The National E-health Transition Authority (NEHTA) was unable to measure how many organisations were using the products it was creating, according to a secretary for the Department of Health and Aging.
Written by Suzanne Tindal, Contributor

The National E-health Transition Authority (NEHTA) was unable to measure how many organisations were using the products it was creating, according to a secretary for the Department of Health and Aging.

The department secretary, Jane Halton, was being questioned by Liberal Senator Sue Boyce in supplementary budget estimates last week on how many users were taking up NEHTA products such as the electronic discharge summary and its collection of clinical terminology.

"Because this is actually undertaken by states and territories, we will only be able to tell you anecdotally, because we don't know — and there is no mechanism for us to find out — exactly how much penetration there actually is," Halton said.

She was then asked how the Department of Health and Aging was ever going to assess the success of the e-health strategy if that was the case.

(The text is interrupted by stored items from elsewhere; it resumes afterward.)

//! `incertus eval MODEL --items TABLE.csv`: one model over a table of items.
//!
//! A laboratory writes its budget once per procedure and applies it to
//! every item it measures. Each row of the table is one item: a column
//! named after an input sets its estimate; a column `INPUT.KEY` sets any
//! key a model file allows for that input (`x.standard_uncertainty`,
//! `x.half_width`, `x.observations` as a space-separated series, ...). Keys
//! that by themselves define an evaluation replace the model's evaluation
//! of that input, others replace only themselves
//! (`InputDescription::with_keys`). The column `item` (or the one
//! `--item-column` names) identifies the row; without one, rows are
//! numbered. Columns whose title begins with `#` are notes and not used;
//! lines beginning with `#` are comments.
//!
//! Every cell is read and every item evaluated before anything is printed
//! or written; a bad cell, an invalid input or a failed evaluation is an
//! error naming the table's line, the column and the item. The symbolic
//! work is done once (`gum::batch`); items are evaluated in parallel, in
//! the table's order. With `--mc` each item gets its own Monte Carlo run
//! whose seed is fixed by the given seed and the item's row, whatever the
//! number of threads.

mod output;
mod summary;

use std::io::Write;
use std::path::Path;

use incertus_gum::batch::{Batch, ItemError};
use incertus_gum::description::{item_key_kind, InputDescription, KeyValue};
use incertus_gum::Report;
use rayon::prelude::*;

use crate::Failure;

pub use summary::{range_fits, RangeFit};
pub(crate) use summary::{summarise, Summary};

/// One column of the table and what it sets.
#[derive(Clone, Debug)]
enum Column {
    Item,
    Note,
    /// (input, key) — key `value` for a column named after an input.
    Key(String, String),
}

/// One item: its identifier, the table's line and its changed inputs.
#[derive(Clone, Debug)]
pub(crate) struct Item {
    pub id: String,
    pub line: u64,
    pub changed: Vec<InputDescription>,
}

/// The conformity of one item's result: what tables and the summary use.
#[derive(Clone, Debug)]
pub(crate) struct ItemConformity {
    pub verdict: incertus_gum::conformity::Verdict,
    pub risk_kind: incertus_gum::conformity::RiskKind,
    pub specific_risk: f64,
    /// The specific risk in words (a count of trials says only what it can).
    pub risk_text: String,
    pub lower: Option<f64>,
    pub upper: Option<f64>,
}

/// One measurand's reported result for one item, as tables, the summary
/// and the plots use it (the full result is kept only for JSON and report
/// folders, so that a large table does not hold every budget in memory).
#[derive(Clone, Debug)]
pub(crate) struct ItemResult {
    pub name: String,
    pub unit: Option<String>,
    pub value: f64,
    pub standard_uncertainty: Option<f64>,
    pub expanded_uncertainty: f64,
    pub coverage_probability: f64,
    pub interval: [f64; 2],
    pub coverage_factor: f64,
    pub dof_used: Option<f64>,
    pub first_order: bool,
    pub conformity: Option<ItemConformity>,
}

"If and when the electronic health record itself is actually funded there will no doubt be put in place a series of quite hard quantitative measures, but in the shorter term in this area we are reliant on the states," Halton said.

Although there was no way to measure how well NEHTA products were being taken up in the market, the authority was progressing on its milestones, according to Halton.

NEHTA had reached its target of having 99 per cent of Therapeutic goods administration products in Australian medicines terminology. It also released a national core discharge summary and created a concept of how a national certification authority for e-health software would operate. Secure messaging was on schedule while the creation of an individual health identifier in conjunction with Medicare was still on track to being delivered by December.

When Boyce raised community concerns that e-health was not progressing, Halton said that people needed to "calm down a bit about this".

Halton replied that she believed the naysayers were being unreasonable. "What they actually want is a significant investment from government now to have everything happen instantly. The bottom line is we are trying to build a reasonable national system that will enable private investment and private engagement," she said.

The e-health work was as good as any elsewhere in the globe, Halton believed. She then moved on to sit on hopes that money might be soon forthcoming from the government to accelerate e-health uptake. "OK, they might want several billion dollars more. That is fine as an ambition. But in terms of taking relevant, logical, ordered steps towards this e-world I think actually we are not doing too badly. "

The report by the National Health and Hospitals Reform Commission had recommended a $1.2 to $1.9 billion spend.